The transformation of technology from academia to industry is a complex process. Although the Tai Chi-II chip itself has extremely low power consumption, there are still related challenges in the engineering process of on-chip light sources, on-chip optical storage, and peripheral electronic equipment.
To further explore and develop these technologies, the research team is actively promoting close cooperation with the industry and research institutions to promote further integration and optimization of optical chip systems.

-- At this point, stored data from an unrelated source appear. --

export type PowerResult = {
  design: Design;
  solvedFor: "n" | "power" | "effect";
  alpha: number;
  sides: 1 | 2;
  allocationRatio: number | null;
  n1: number;
  n2: number | null;
  nTotal: number;
  power: number;
  effectSize?: number;
  p1?: number;
  p2?: number;
  hazardRatio?: number;
  method: string;
  warnings: string[];
  context: EffectContext | null;
  funnel: Funnel;
  // Design-specific fields.
  sdUsed?: number;
  meanDifference?: number;
  pilot?: { sd: number; n: number; confidence: number; upperLimit: number; inflation: number };
  cohenH?: number;
  designEffect?: number;
  clusterSize?: number;
  icc?: number;
  cv?: number;
  clusters1?: number;
  clusters2?: number;
  events?: number;
  eventProbability?: { control: number; treated: number; mean: number };
  participantsRequired?: number;
  // The planned analysis (present when it differs from an unadjusted superiority comparison of two groups).
  hypothesis?: Hypothesis;
  /** The margin in the units it was given (SD units, outcome units, risk difference or hazard ratio); solved when the effect was left out. */
  margin?: number;
  /** The margin in SD units, for means. */
  marginStandardized?: number;
  /** The expected true difference under a margin (positive favours the new treatment). */
  expectedDifference?: number;
  baselineCorrelation?: number;
  followUps?: number;
  repeatedCorrelation?: number;
  /** The share of the outcome variance the analysis leaves (1 − ρ² for ANCOVA). */
  varianceFactor?: number;
  arms?: number;
  multiplicity?: "none" | "bonferroni" | "dunnett";
  controlAllocation?: number;
  /** The critical value of each comparison's test (Dunnett's, Bonferroni's or the t quantile). */
  criticalValue?: number;
  /** Sizes of all arms, treatment arms first, the control last (several arms only). */
  armSizes?: number[];
};
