// The session folder on disk:
//   inputs/      copies of the cell, profile and target files (their SHA-256 in the log's first record)
//   traces/      run-NNN.csv, one per coast-down (SHA-256 in the log's "coastdown" record)
//   events.jsonl the hash-chained event log (record/event_log.hpp)
//   summary.json the machine-readable result, written at the end (atomically)
//   operator.log the human-readable log
#pragma once

#include <nlohmann/json.hpp>
#include <string>
#include <vector>

#include "controller/controller.hpp"

namespace loadtrim::record {

std::string utc_now();                        // 2026-12-01T19:39:30.123Z
std::string utc_compact_now();                // 20261201T193930Z, for folder names
std::string safe_name(const std::string& s);  // letters, digits, '-', '_', '.' only
// A file-system name for an identity (a cell, a reviewer): safe_name(s) when that changes nothing, else
// safe_name(s) + "-" + the first 8 hex digits of SHA-256(s), so two names that differ only in characters
// safe_name replaces ("cell (A)" and "cell [A]") never share a key, a log or a history.
std::string identity_name(const std::string& s);

// Creates <root>/<utc>-<id>/ with inputs/ and traces/; throws std::runtime_error when it cannot. Every
// directory it makes (root and its missing parents included) is fsync'd into its parent before it returns
// (make_directories_durably), so the folder's name survives a power loss (docs/records.md, "The chain").
std::string create_session_folder(const std::string& root, const std::string& id);

// fsync(2) of a directory, so that the entries made in it (a new file, a new folder) survive a power loss.
// False with error when the directory cannot be opened or synced.
bool sync_directory(const std::string& dir, std::string& error);
// Makes `dir` and every missing parent (as mkdir -p), fsyncing each new directory's parent after making it.
// An existing directory is not an error (nor is one another process made at the same moment).
bool make_directories_durably(const std::string& dir, std::string& error);

// Writes content to path durably: a temporary file, fsync, rename over the target, fsync of the directory. On
// a failure before the rename the temporary file is removed and the target is left as it was. When only the
// directory's fsync fails, the target already holds the new content, but false is returned with an error
// naming the directory: the write is not durable and must not be relied on.
bool write_durable(const std::string& path, const std::string& content, std::string& error);

// Copies an input file into folder/inputs/<name>; returns {"path", "sha256", "source"}.
nlohmann::json copy_input(const std::string& folder, const std::string& source, const std::string& name);

// A trace as CSV: index,time_s,speed_kmh,force_n,mode,flags.
std::string trace_csv(const std::vector<controller::Sample>& samples);
// Reads one back (for reports and tests): time and speed columns; false on a malformed file.
bool read_trace_csv(const std::string& path, std::vector<double>& time_s, std::vector<double>& speed_kmh,
                    std::string& error);
// The same from a trace's text (read with record::read_inside); name is used in messages.
bool parse_trace_csv(const std::string& text, const std::string& name, std::vector<double>& time_s,
                     std::vector<double>& speed_kmh, std::string& error);

}  // namespace loadtrim::record
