std::optional<Session::Stop> Session::run_states(const ResumePoint* resume) {
  const auto& p = in_.profile;
  opt_.envelope.max_force_n = in_.cell.max_force_n;
  opt_.envelope.top_speed_kmh = p.start_speed_kmh();
  divergence_.emplace(p.tolerance_n, p.bottom_speed_kmh(), p.top_speed_kmh());
  method_ = std::make_unique<core::SettingMethodState>(in_.profile, in_.vehicle.target);
  int run_no = 1;
  // The warm-up to come, for the progress line's estimate from the first state on.
  warm_asked_s_ = resume && opt_.resume_warm_up_s >= 0.0 ? opt_.resume_warm_up_s : p.warm_up.duration_s;
  if (resume) {
    cell_time_before_ = resume->cell_time_s;
    replay_method(*resume, *method_);
    coastdowns_ = static_cast<int>(resume->completed.size());
    // The settings written before, so that the first write after the resume meets the step limit against the
    // last one the controller was given (and counts as an iteration only when it differs).
    iterations_ = resume->iterations;
    last_written_ = resume->last_written;
    last_adjusted_to_ = resume->last_adjusted_to;
    unusable_ = resume->unusable;
    discarded_ = resume->discarded;
    run_no = std::max(run_no, resume->last_run + 1);
    set_ = resume->next_set;
    first_setting_ = resume->strategy;
    if (resume->discarded_run) run_no = std::max(run_no, *resume->discarded_run + 1);
    // The session stopped and re-warms: passes before the stop are not consecutive with what follows.
    if (method_->consecutive_passes() > 0)
      emit(ev::PassesReset{run_no, method_->reset_passes(), "the session stopped and was resumed"});
    emit(ev::Resumed{static_cast<std::size_t>(coastdowns_),
                     resume->discarded_run ? "the half-recorded coast-down is discarded and run again"
                                           : "no run was in progress",
                     ev::Resumed::Continued{unusable_, set_, resume->discarded_run}});
  }
  std::optional<Stop> stop = do_connect();
  if (!stop) stop = do_check_limits();
  if (!stop) stop = do_set_inertia();
  // A resumed session that had not yet chosen its first setting (interrupted in connect, warm-up or the loss
  // map) chooses it now, as a new session would; one that had continues with its recorded next setting.
  const bool choose_first = !resume || !resume->have_next_set;
  const bool want_map =
      choose_first && !in_.vehicle.initial_set && opt_.first_setting == core::FirstSetting::loss_map;
  if (!stop) {
    const double warm = resume && opt_.resume_warm_up_s >= 0.0 ? opt_.resume_warm_up_s : p.warm_up.duration_s;
    initial_hold_ = !resume;
    stop = do_warm_up(warm, want_map);
  }
  if (!stop && choose_first) {
    // The first setting: the choice and its fallbacks are the core's (core/strategy.hpp).
    auto choose = [&](core::FirstSetting requested) {
      return core::choose_first_setting({.requested = requested,
                                         .target = in_.vehicle.target,
                                         .test_mass_kg = in_.vehicle.test_mass_kg,
                                         .layout = in_.cell.axles,
                                         .rule = p.initial,
                                         .target_file_set = in_.vehicle.initial_set,
                                         .fleet = opt_.fleet,
                                         .history = opt_.history,
                                         .warm_up_today = initial_warm_up_,
                                         .loss_map = loss_map_,
                                         .coast_points = coast_points_,
                                         .coasts_asked = p.loss_map.coast_between_holds && !loss_map_.empty(),
                                         .lo_kmh = p.bottom_speed_kmh(),
                                         .hi_kmh = p.top_speed_kmh()});
    };
    core::FirstSettingChoice c = choose(opt_.first_setting);
    // A first setting has no previous write to step from: the map's coasts wrote the standard's default
    // setting as a measurement, not as an iteration (a step rule from it refused legitimate loss-map settings
    // of large vehicles in the bench); an absurd coast correction is bounded by fit_coast_correction.
    auto refused = [&](const core::FirstSettingChoice& x) {
      return core::check_set(x.set, in_.vehicle.target, std::nullopt, opt_.envelope);
    };
    // A coast correction that takes the map's set out of the envelope: the map as it is, said.
    if (c.coast_correction && c.coast_correction->ok) {
      if (const core::SetCheck chk = refused(c); !chk.ok) {
        core::FirstSettingChoice plain = c;
        plain.loss = c.map_fit;
        plain.set = core::setting_for_loss(in_.vehicle.target, *c.map_fit);
        plain.coast_correction->ok = false;
        plain.coast_correction->why =
            "not used: the corrected setting leaves the safe envelope (" + chk.why + ")";
        c = plain;
      }
    }
    // The warming from the map to the first coast-down, anticipated (warm_up.anticipate_drift,
    // docs/standards.md §3.16): the map's loss is of its middle; the first coast-down's middle is a run-up
    // (at the motoring rate from the last hold) and half a coast-down of the target later.
    if (p.warm_up.anticipate_drift && c.used == core::to_string(core::FirstSetting::loss_map) && c.loss &&
        drift_t0_ >= 0.0 && map_to_s_ >= map_from_s_ && map_from_s_ >= drift_t0_) {
      const double last_hold_kmh = loss_map_.empty() ? p.warm_up.speed_kmh : loss_map_.back().speed_kmh;
      const double run_up_s = std::max(0.0, p.start_speed_kmh() - last_hold_kmh) / 3.6 / core::kHoldRampMps2;
      const double coast_s =
          core::coastdown_time_s(in_.vehicle.target, force_mass_kg_, p.start_speed_kmh(), p.end_speed_kmh())
              .value_or(0.0);
      core::WarmingOutlook o =
          warming_outlook(0.5 * (map_from_s_ + map_to_s_), t_now_ + run_up_s + 0.5 * coast_s);
      // Aimed at the consecutive passes of the iterative method (warm_up.anticipate_for = "passes"): the
      // coast-downs after the first follow by a run-up from the end speed and a coast (the fixed-run method's
      // first run only stabilises: its setting is aimed at that run).
      if (p.method == core::SettingMethod::iterative) {
        o.aimed = core::coastdowns_aimed_at(p.warm_up, p.consecutive_passes);
        o.cycle_s =
            std::max(0.0, p.start_speed_kmh() - p.end_speed_kmh()) / 3.6 / core::kHoldRampMps2 + coast_s;
      }
      core::Anticipation a = core::anticipate_warming(*c.loss, o, o.now_s, o.next_s);
      if (a.used) {
        core::FirstSettingChoice anticipated = c;
        anticipated.loss = c.loss->scaled(1.0 + a.ratio);
        anticipated.set = core::setting_for_loss(in_.vehicle.target, *anticipated.loss);
        // An anticipated setting outside the envelope: the map's own, said (the check below judges it).
        if (const core::SetCheck chk = refused(anticipated); chk.ok) {
          c = anticipated;
        } else {
          a.used = false;
          a.why = "not used: the anticipated setting leaves the safe envelope (" + chk.why + "); " + a.why;
        }
      }
      c.anticipation = std::move(a);
    }
    // A strategy's set that leaves the safe envelope (a history row, a fleet or map fit gone wild) is never
    // the first setting: the standard's is used instead and the record says why (the envelope would refuse
    // to write it anyway, after the warm-up, as a controller fault).
    if (c.used != "target-file" && c.used != core::to_string(core::FirstSetting::standard)) {
      if (const core::SetCheck chk = refused(c); !chk.ok) {
        const std::string why = "the " + c.used + " first setting leaves the safe envelope (" + chk.why + ")";
        // What the refused strategy measured stays in the record (an auditor sees what was refused).
        const auto basis = c.history_basis;
        const auto map_fit = c.map_fit;
        const auto map_sd = c.map_residual_sd_n;
        auto correction = c.coast_correction;
        const auto anticipation = c.anticipation;
        auto day_scale = c.day_scale;
        if (day_scale && day_scale->used) {
          day_scale->used = false;
          day_scale->why = "the scaled history first setting left the safe envelope";
        }
        if (correction && correction->ok) {
          correction->ok = false;
          correction->why = "not used: the loss-map first setting left the safe envelope";
        }
        c = choose(core::FirstSetting::standard);
        c.why = why + "; the standard's first setting is used";
        c.history_basis = basis;
        c.map_fit = map_fit;
        c.map_residual_sd_n = map_sd;
        c.coast_correction = correction;
        c.anticipation = anticipation;
        c.day_scale = day_scale;
        if (c.anticipation && c.anticipation->used) {
          c.anticipation->used = false;
          c.anticipation->why =
              "not used: the loss-map first setting left the safe envelope; " + c.anticipation->why;
        }
      }
    }
    set_ = c.set;
    first_setting_ = c.used;
    const bool history_involved = opt_.first_setting == core::FirstSetting::history ||
                                  c.used == core::to_string(core::FirstSetting::history);
    if (!emit(ev::FirstSetting{core::to_string(opt_.first_setting), c.used, c.why, set_, c.history_utc,
                               c.map_fit, c.map_residual_sd_n, c.loss, c.history_basis,
                               history_involved ? opt_.history_lookup : nlohmann::json(), c.coast_correction,
                               c.anticipation, c.day_scale}))
      stop = Stop{Outcome::record_failure, record_error_};
  }
  while (!stop) {
    stop = do_run(run_no++);
    if (!stop && record_failed_) stop = Stop{Outcome::record_failure, record_error_};
  }
  return stop;
}

}  // namespace loadtrim::session
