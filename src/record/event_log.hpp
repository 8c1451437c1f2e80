// The session's event log: append-only JSON Lines where every record carries the SHA-256 of the previous
// record's line (a hash chain; the first record's "prev" is 64 zeros). Each append is written, flushed and
// fsync'd before it returns, so a record that append() confirmed survives a crash or SIGKILL (a new log's
// name is fsync'd into its folder when the log is created).
//
// Record layout: {"seq": n, "utc": "...", "type": "...", ...payload..., "prev": "<hex>"}; the hash of a
// record is the SHA-256 of its line without the '\n'.
//
// Record signatures (docs/records.md). With a signer set, every record's line ends with
// ,"sig":"<128 hex>"} where the signature is Ed25519 over kRecordSigDomain + the line without that member
// (the same text with the ,"sig":"..." cut out, ending in '}'); record 0 also names the signer's fingerprint
// in "record_signer". So an unfinished folder of a cell with a key cannot be changed and re-chained by
// someone without the key: the hash chain alone only shows accidents.
#pragma once

#include <nlohmann/json.hpp>
#include <string>
#include <string_view>
#include <vector>

namespace loadtrim::record {

class SigningKey;
class PublicKey;

inline constexpr const char* kRecordSigDomain = "loadtrim-record-1\n";
// The record signature at the end of a line: the signed text (the line without it) and the signature's hex.
// False when the line carries none (or not in the exact form EventLog writes).
bool split_record_signature(const std::string& line, std::string& signed_text, std::string& sig_hex);

class EventLog {
 public:
  // Opens (creating if needed) the log; an existing log is read and its chain verified first, and appending
  // continues after its last record (resume). A partial last line (torn write) is discarded and reported.
  explicit EventLog(std::string path);
  ~EventLog();
  EventLog(const EventLog&) = delete;
  EventLog& operator=(const EventLog&) = delete;

  // Appends one record; false (with error()) when it could not be made durable. Never throws. When a write or
  // its fsync fails, whatever reached the file of that record is cut off again (the file ends at the last
  // record append() confirmed) and the log is poisoned: every later append returns false, error() still
  // naming the first failure, so no record can follow a gap or repeat a seq.
  bool append(const std::string& type, nlohmann::json payload, const std::string& utc);
  bool poisoned() const { return poisoned_; }
  const std::string& error() const { return error_; }
  std::uint64_t records() const { return next_seq_; }
  const std::string& last_hash() const { return last_hash_; }
  const std::string& path() const { return path_; }
  // Set when opening found and cut a torn last line.
  const std::string& repaired() const { return repaired_; }
  // Signs every record appended from now on with `key` (which must outlive the log). Ignored (false) when the
  // log already holds records and its record 0 is not signed: one folder is signed throughout or not at all.
  bool set_signer(const SigningKey* key);
  // Test hooks. The next appends fail as if the disk refused them (nothing written).
  void inject_write_failure(bool on) { fail_writes_ = on; }
  // The next append's write stops after `bytes` bytes of its line and then fails (a full disk mid-line).
  void inject_short_write(std::size_t bytes) { short_write_ = static_cast<long long>(bytes); }
  // The next append writes its whole line, then its fsync fails.
  void inject_sync_failure() { fail_sync_ = true; }

 private:
  std::string path_;
  int fd_ = -1;
  std::uint64_t next_seq_ = 0;
  std::string last_hash_;
  std::string error_;
  std::string repaired_;
  bool fail_writes_ = false;
  long long short_write_ = -1;
  bool fail_sync_ = false;
  bool poisoned_ = false;
  std::uint64_t good_bytes_ = 0;  // the file's length after the last record append() confirmed
  const SigningKey* signer_ = nullptr;
  bool first_signed_ = false;  // record 0 of an existing log is signed
  long long fail_after_ = -1;
  long long appended_ = 0;
  bool fail_append(const std::string& what);  // cuts the file back to good_bytes_, poisons the log
};

struct VerifyResult {
  bool ok = false;
  std::uint64_t records = 0;
  std::int64_t first_bad_record = -1;  // seq of the first record that breaks the chain, -1 when none
  std::string message;                 // what is wrong, or a summary when ok
  std::vector<std::string> notes;      // per-file findings (traces, inputs)
};

// Record lines are nested at most kMaxRecordDepth arrays and objects deep (docs/records.md, "The chain"); a
// session's records nest 5 levels (measured on a demo session's folder). A deeper line is not read as a
// record: the JSON library's serialiser, comparison and copy recurse once per level, and a line nested
// 100,000 deep overflowed the stack. 64 is a margin over the 5 seen (common practice, no source).
inline constexpr std::size_t kMaxRecordDepth = 64;
// Whether `text`'s arrays and objects nest deeper than `limit`, counted by a scan of the text's brackets
// outside strings (no parse, no recursion; an invalid text is scanned as far as it goes).
bool json_nested_deeper_than(std::string_view text, std::size_t limit);
// Parses one JSON text that a record folder or the cell log holds (a record line, summary.json, result.json):
// the parsed value, or a discarded value (is_discarded()) when the text is not valid JSON or nests deeper
// than kMaxRecordDepth; *too_deep (when given) says which. Never throws (allocation failure aside).
nlohmann::json parse_record_json(std::string_view text, bool* too_deep = nullptr);

// Reads a log, checking each record's "prev" against the hash of the line before and its "seq".
// records gets the parsed records up to (not including) the first bad one.
VerifyResult read_log(const std::string& path, std::vector<nlohmann::json>* records);

// One line of a log as parse_log read it: the parsed record, the line's text (without '\n') and its SHA-256.
struct LogLine {
  nlohmann::json record;
  std::string text;
  std::string sha256;
};
// The same checks as read_log on a log's text. lines gets the lines up to (not including) the first bad one;
// *torn is set when the text ends in a partial line (no '\n'), which is then ignored.
VerifyResult parse_log(const std::string& text, std::vector<LogLine>* lines, bool* torn = nullptr);

// Whether a session or check folder is intact as far as the folder itself shows: ok unless verify_folder
// (record/verify.hpp) finds it broken — the chain, every recorded file hash, no path outside the folder, and,
// when sealed, the seal's coverage. An unfinished or unsigned folder is ok here; `loadtrim verify` tells them
// apart. first_bad_record is the record named by the finding.
VerifyResult verify_session_folder(const std::string& folder);

}  // namespace loadtrim::record
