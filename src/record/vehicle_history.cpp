#include "record/vehicle_history.hpp"

#include <filesystem>
#include <fstream>
#include <nlohmann/json.hpp>

#include "record/event_log.hpp"
#include "record/road_load_json.hpp"
#include "record/session_folder.hpp"

namespace loadtrim::record {

namespace fs = std::filesystem;

std::string vehicle_history_file(const std::string& dir, const std::string& cell_name,
                                 const std::string& vehicle_id) {
  return (fs::path(dir) / identity_name(cell_name) / (safe_name(vehicle_id) + ".json")).string();
}

std::optional<core::HistoryEntry> load_vehicle_history(const std::string& file, std::string* error) {
  std::ifstream in(file);
  if (!in) return std::nullopt;
  try {
    const auto j = nlohmann::json::parse(in);
    core::HistoryEntry h;
    h.utc = j.at("utc").get<std::string>();
    h.target = road_load_from_json(j.at("target"));
    h.final_set = road_load_from_json(j.at("final_set"));
    if (j.contains("measured")) h.measured = road_load_from_json(j.at("measured"));
    if (j.contains("warm_up")) h.warm_up = warm_up_from_json(j.at("warm_up"));
    return h;
  } catch (const std::exception& e) {
    if (error) *error = e.what();
    return std::nullopt;
  }
}

bool save_vehicle_history(const std::string& file, const std::string& vehicle_id, const std::string& session,
                          const core::RoadLoad& target, const core::RoadLoad& final_set, std::string& error,
                          const std::optional<core::RoadLoad>& measured,
                          const std::optional<core::WarmUpRecord>& warm_up) {
  std::error_code ec;
  fs::create_directories(fs::path(file).parent_path(), ec);
  nlohmann::json j = {{"utc", utc_now()},
                      {"vehicle", vehicle_id},
                      {"session", session},
                      {"target", road_load_json(target)},
                      {"final_set", road_load_json(final_set)}};
  if (measured) j["measured"] = road_load_json(*measured);
  if (warm_up)
    j["warm_up"] = {{"speed_kmh", warm_up->speed_kmh}, {"windows", warm_up_windows_json(warm_up->windows)}};
  return write_durable(file, j.dump(2) + "\n", error);
}

nlohmann::json warm_up_windows_json(const std::vector<core::DriftPoint>& windows) {
  nlohmann::json out = nlohmann::json::array();
  for (const auto& w : windows) out.push_back({{"t_s", w.t_s}, {"force_n", w.force_n}});
  return out;
}

std::optional<core::WarmUpRecord> warm_up_from_json(const nlohmann::json& r) {
  if (!r.is_object() || !r.contains("windows") || !r["windows"].is_array() || !r.contains("speed_kmh") ||
      !r["speed_kmh"].is_number())
    return std::nullopt;
  core::WarmUpRecord out;
  out.speed_kmh = r["speed_kmh"].get<double>();
  for (const auto& w : r["windows"]) {
    if (!w.is_object() || !w.contains("t_s") || !w.contains("force_n") || !w["t_s"].is_number() ||
        !w["force_n"].is_number())
      return std::nullopt;
    out.windows.push_back({w["t_s"].get<double>(), w["force_n"].get<double>()});
  }
  return out;
}

std::optional<core::WarmUpRecord> initial_warm_up_from_record(const nlohmann::json& r) {
  if (!r.is_object() || !r.contains("initial") || !r["initial"].is_boolean() || !r["initial"].get<bool>())
    return std::nullopt;
  return warm_up_from_json(r);
}

std::optional<core::WarmUpRecord> first_warm_up_of(const std::string& folder) {
  std::vector<nlohmann::json> records;
  read_log((fs::path(folder) / "events.jsonl").string(), &records);
  for (const auto& r : records)
    if (r.is_object() && r.contains("type") && r["type"] == "warm_up") return initial_warm_up_from_record(r);
  return std::nullopt;
}

}  // namespace loadtrim::record
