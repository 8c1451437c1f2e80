// Reading a record folder without ever leaving it. Every path a folder's own records name (a "files" entry, a
// trace, the seal's list) is untrusted input: it must be relative, made only of plain components (no "", ".",
// ".." or backslash), and it is opened component by component from the folder's directory descriptor with
// O_NOFOLLOW, so neither "../../etc/hostname" nor a symbolic link placed in the folder can make loadtrim open
// a file outside it. Only regular files are opened: a FIFO, a device or a socket is refused after an
// lstat-style check, before any open(2) (opening a FIFO could block, or be noticed by whoever holds its other
// end).
//
// Never throws; every failure is a status with a sentence naming the path.
#pragma once

#include <cstdint>
#include <string>
#include <vector>

namespace loadtrim::record {

// Whether `rel` may name a file inside a folder; when not, `why` says which rule it breaks.
bool is_safe_relative_path(const std::string& rel, std::string* why = nullptr);

enum class InsideStatus {
  ok,
  missing,  // no such file (or a directory on the way is missing)
  unsafe,   // refused without opening: unsafe path, a symbolic link, or not a regular file
  io_error  // the folder or the file could not be read
};

struct InsideFile {
  InsideStatus status = InsideStatus::io_error;
  std::string error;  // when status != ok: a sentence naming the path
  std::string content;
};

// Reads folder/rel under the rules above.
InsideFile read_inside(const std::string& folder, const std::string& rel);

struct InsideHash {
  InsideStatus status = InsideStatus::io_error;
  std::string error;
  std::string sha256;  // lower-case hex
  std::uint64_t bytes = 0;
};
InsideHash hash_inside(const std::string& folder, const std::string& rel);
// fsync(2) of folder/rel (opened under the rules above), so that what a seal hashes is what a power loss
// leaves. ok, or a status with a sentence naming the file.
InsideFile sync_inside(const std::string& folder, const std::string& rel);

struct FolderListing {
  bool ok = false;
  std::string error;               // names the offending entry (a symbolic link, a FIFO, ...) when !ok
  std::string offending;           // that entry's relative path, when there is one
  std::vector<std::string> files;  // every regular file, relative, '/'-separated, sorted bytewise
};
// Lists every regular file under `folder` (recursively) without following links. A symbolic link or any other
// non-regular, non-directory entry anywhere in the folder makes the listing fail, naming it.
FolderListing list_inside(const std::string& folder);

}  // namespace loadtrim::record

"We hope to achieve a product-level optical computing system with complete packaging of optical chips and peripheral equipment within 2-3 years, gradually realizing the transformation of chips from dedicated applications to general applications," said Xue Zhiwei.
The introduction of Tai Chi-II brings new dawn for intelligent optical computing in large-scale training. It will work together with Tai Chi-I to create a new base for optical computing power, providing a new solution for the development of computing power for AI large model training and inference."Tai Chi" is not only a series of intelligent photonic computing chips, but also a dialectical collaborative architecture that possesses the unique dualistic attributes of photonic computing systems. Just as their names suggest, Tai Chi I and II are both separate parts and a unified whole when combined.
The team, through the related research of Tai Chi-I and Tai Chi-II, has completed the exploration of AI inference and training, and together they constitute the entire lifecycle of large-scale intelligent computing, ushering in a new era of intelligent photonic computing.
The completion of this research allows people to see the relentless voyage of the intelligent photonic computing power ship, including the Tai Chi series of photonic chips. The intelligent photonic computing platform is ultimately aimed at solving the problems faced by AI computing power, and will sail towards the vast sea of AI computing power, providing a new solution for green and efficient AI large models, general artificial intelligence, and so on.